Stored data
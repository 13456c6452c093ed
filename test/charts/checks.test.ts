import * as fc from 'fast-check';
import { describe, expect, test } from 'vitest';
import { autocorrelation } from '../../src/charts/checks/autocorrelation.ts';
import { dispersion } from '../../src/charts/checks/dispersion.ts';
import { homogeneity } from '../../src/charts/checks/homogeneity.ts';
import { steadiness } from '../../src/charts/checks/steadiness.ts';
import { type Stratum, stratifiedDifference } from '../../src/charts/checks/stratifiedDifference.ts';
import { binomialSampler } from '../../src/charts/random/binomialSampler.ts';
import { seededUniform } from '../../src/charts/random/uniform.ts';
import type { SubgroupCount } from '../../src/charts/types.ts';
import { history, subgroup } from './arbitraries.ts';

const stratum: fc.Arbitrary<Stratum> = fc.record({ before: subgroup(), after: subgroup() });
const close = (a: number, b: number): void => expect(Math.abs(a - b)).toBeLessThan(1e-9 * (1 + Math.abs(b)));

describe('stratified difference', () => {
  test('with one group it is the plain difference, and its chi-square the pooled one times (N - 1) / N', () => {
    fc.assert(
      fc.property(stratum, ({ before, after }) => {
        const found = stratifiedDifference([Object.freeze({ before: Object.freeze(before), after })]);
        const n = before.accounts + after.accounts;
        const lost = before.lost + after.lost;
        if (lost === 0 || lost === n) {
          expect(found).toBeNull();
          return;
        }
        const difference = after.lost / after.accounts - before.lost / before.accounts;
        close(found!.difference, difference);
        const p = lost / n;
        const pooled = difference ** 2 / (p * (1 - p) * (1 / before.accounts + 1 / after.accounts));
        close(found!.chiSquare, (pooled * (n - 1)) / n);
      }),
    );
  });

  test('does not depend on the order of the groups, and turns round with before and after', () => {
    fc.assert(
      fc.property(fc.array(stratum, { minLength: 2, maxLength: 6 }), (strata) => {
        const one = stratifiedDifference(Object.freeze(strata));
        const turned = stratifiedDifference([...strata].reverse());
        const swapped = stratifiedDifference(strata.map(({ before, after }) => ({ before: after, after: before })));
        if (!one) {
          expect([turned, swapped]).toEqual([null, null]);
          return;
        }
        close(turned!.difference, one.difference);
        close(turned!.chiSquare, one.chiSquare);
        close(swapped!.difference, -one.difference);
        close(swapped!.chiSquare, one.chiSquare);
      }),
    );
  });

  test('groups on one side only count for nothing; without any group on both sides there is no answer', () => {
    const both: Stratum = { before: { accounts: 100, lost: 10 }, after: { accounts: 80, lost: 12 } };
    const gone: Stratum = { before: { accounts: 50, lost: 25 }, after: { accounts: 0, lost: 0 } };
    expect(stratifiedDifference([both, gone])).toEqual(stratifiedDifference([both]));
    expect(stratifiedDifference([gone])).toBeNull();
    expect(stratifiedDifference([])).toBeNull();
  });

  test('a mix that moves between steady groups leaves no difference', () => {
    const found = stratifiedDifference([
      { before: { accounts: 900, lost: 45 }, after: { accounts: 300, lost: 15 } },
      { before: { accounts: 100, lost: 20 }, after: { accounts: 700, lost: 140 } },
    ]);
    close(found!.difference, 0);
    close(found!.chiSquare, 0);
  });
});

/** Every table with these sizes and this many lost, by its number of ways: the chance of one at most as likely as the one seen. */
function exactPValue(groups: readonly SubgroupCount[]): number {
  const lost = groups.reduce((sum, group) => sum + group.lost, 0);
  const ways = (n: number, k: number): number => {
    let product = 1;
    for (let i = 1; i <= k; i++) product *= (n - k + i) / i;
    return product;
  };
  const observed = groups.reduce((product, group) => product * ways(group.accounts, group.lost), 1);
  let all = 0;
  let unlikely = 0;
  const visit = (i: number, left: number, weight: number): void => {
    if (i === groups.length) {
      if (left !== 0) return;
      all += weight;
      if (weight <= observed * (1 + 1e-7)) unlikely += weight;
      return;
    }
    const { accounts: n } = groups[i]!;
    for (let d = 0; d <= Math.min(n, left); d++) visit(i + 1, left - d, weight * ways(n, d));
  };
  visit(0, lost, 1);
  return unlikely / all;
}

describe('homogeneity', () => {
  test('of sparse groups is the exact conditional chance', () => {
    fc.assert(
      fc.property(fc.array(subgroup(12), { minLength: 2, maxLength: 4 }), (groups) => {
        const found = homogeneity(Object.freeze(groups));
        const accounts = groups.reduce((sum, group) => sum + group.accounts, 0);
        const lost = groups.reduce((sum, group) => sum + group.lost, 0);
        if (lost === 0 || lost === accounts) {
          expect(found).toBeNull();
          return;
        }
        if (found!.method === 'chi-square') return;
        expect(found!.method).toBe('exact');
        close(found!.pValue, exactPValue(groups));
      }),
      { numRuns: 60 },
    );
  });

  test('is sparse by expected counts under 5, of the lost or of the kept', () => {
    const method = (lost: readonly number[]): string | undefined =>
      homogeneity(lost.map((d) => ({ accounts: 50, lost: d })))?.method;
    expect(method([5, 5])).toBe('chi-square');
    expect(method([5, 4])).toBe('exact');
    expect(method([45, 45])).toBe('chi-square');
    expect(method([45, 46])).toBe('exact');
  });

  test('without two groups that have accounts, or with nobody lost, there is nothing to compare', () => {
    expect(homogeneity([])).toBeNull();
    expect(homogeneity([{ accounts: 5, lost: 2 }])).toBeNull();
    expect(
      homogeneity([
        { accounts: 5, lost: 2 },
        { accounts: 0, lost: 0 },
      ]),
    ).toBeNull();
    expect(
      homogeneity([
        { accounts: 5, lost: 0 },
        { accounts: 9, lost: 0 },
      ]),
    ).toBeNull();
  });
});

/** Histories of one rate, by seed. */
function steady(seed: number, points: number, size: number, rate: number): SubgroupCount[] {
  const uniform = seededUniform(seed);
  const sampler = binomialSampler(size, rate);
  return Array.from({ length: points }, () => ({ accounts: size, lost: sampler.draw(uniform) }));
}

describe('dispersion', () => {
  test('of one rate is called unlikely about as often as stated: 1 in 100 at 0.01', () => {
    const histories = 3_000;
    let called = 0;
    for (let seed = 0; seed < histories; seed++) {
      if (dispersion(steady(seed, 25, 85, 0.06))!.pValue < 0.01) called++;
    }
    expect(called / histories).toBeLessThan(0.01 + 4 * Math.sqrt(0.0099 / histories));
    expect(called).toBeGreaterThan(0);
  });

  test('of two stretches with a rate each is their sum, and a step between them is no spread', () => {
    const low = steady(1, 15, 100, 0.05);
    const high = steady(2, 15, 100, 0.3);
    const [a, b, both] = [dispersion(low)!, dispersion(high)!, dispersion(low, high)!];
    close(both.chiSquare, a.chiSquare + b.chiSquare);
    expect(both.degreesOfFreedom).toBe(28);
    expect(both.pValue).toBeGreaterThan(0.01);
    expect(dispersion([...low, ...high])!.pValue).toBeLessThan(1e-6);
  });

  test('one point, or nobody lost, tells nothing', () => {
    expect(dispersion()).toBeNull();
    expect(dispersion([{ accounts: 9, lost: 3 }], [])).toBeNull();
    expect(dispersion(steady(3, 5, 10, 0), steady(3, 5, 10, 1))).toBeNull();
  });
});

describe('steadiness', () => {
  test('finds the split after which a rate doubles, and calls it unlikely', () => {
    const found = steadiness([...steady(4, 15, 200, 0.05), ...steady(5, 10, 200, 0.15)])!;
    expect(found.splitAfter).toBe(15);
    expect(found.pValue).toBe(1 / 1_000);
    // Points that vary fifty times as much as the binomial allows would make the same split unremarkable.
    expect(steadiness([...steady(4, 15, 200, 0.05), ...steady(5, 10, 200, 0.15)], 50)!.pValue).toBeGreaterThan(0.2);
  });

  test('of one rate has a p value spread evenly from 0 to 1', () => {
    const histories = 150;
    const values = Array.from({ length: histories }, (_, i) => steadiness(steady(50 + i, 25, 85, 0.06))!.pValue);
    const mean = values.reduce((sum, value) => sum + value, 0) / histories;
    expect(Math.abs(mean - 0.5)).toBeLessThan(4 / Math.sqrt(12 * histories));
    expect(values.filter((value) => value < 0.1).length / histories).toBeLessThan(
      0.1 + 4 * Math.sqrt(0.09 / histories),
    );
  });

  test('of fewer than four points, or of nobody lost, is not told', () => {
    expect(steadiness(steady(6, 3, 50, 0.3))).toBeNull();
    expect(steadiness(steady(6, 9, 50, 0))).toBeNull();
    expect(steadiness(steady(6, 9, 50, 1))).toBeNull();
  });

  test('leaves its points alone, and its split lies inside them', () => {
    fc.assert(
      fc.property(history(4, 12, 60), (counts) => {
        const found = steadiness(counts);
        if (!found) return;
        expect(found.splitAfter).toBeGreaterThanOrEqual(1);
        expect(found.splitAfter).toBeLessThan(counts.length);
        expect(found.pValue).toBeGreaterThan(0);
        expect(found.pValue).toBeLessThanOrEqual(1);
      }),
      { numRuns: 40 },
    );
  });
});

describe('autocorrelation', () => {
  test('lies within -1 and 1, does not change with unit or origin, and is null when nothing varies', () => {
    fc.assert(
      fc.property(
        fc.array(fc.integer({ min: 0, max: 50 }), { minLength: 3, maxLength: 40 }),
        fc.integer({ min: -9, max: 9 }),
        (values, shift) => {
          const found = autocorrelation(Object.freeze(values));
          if (new Set(values).size === 1) {
            expect(found).toBeNull();
            return;
          }
          expect(Math.abs(found!.r1)).toBeLessThanOrEqual(1);
          close(autocorrelation(values.map((value) => 3 * value + shift))!.r1, found!.r1);
        },
      ),
    );
  });

  test('is strongly negative when values take turns, and positive when they drift', () => {
    expect(autocorrelation([1, 9, 1, 9, 1, 9, 1, 9])!.r1).toBeCloseTo(-7 / 8, 12);
    expect(autocorrelation([1, 2, 3, 4, 5, 6, 7, 8])!.r1).toBeGreaterThan(0.5);
    expect(autocorrelation([1, 2])).toBeNull();
  });
});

# Work to complete
Would you retype exactly the lines above, from the line with "expect(dispersion()).toBeNull();" to the line with "describe('steadiness', () =>", with both end lines kept and nothing more?

# Answer box
    expect(dispersion()).toBeNull();
    expect(dispersion([{ accounts: 9, lost: 3 }], [])).toBeNull();
    expect(dispersion(steady(3, 5, 10, 0), steady(3, 5, 10, 1))).toBeNull();
  });
});

describe('steadiness', () => {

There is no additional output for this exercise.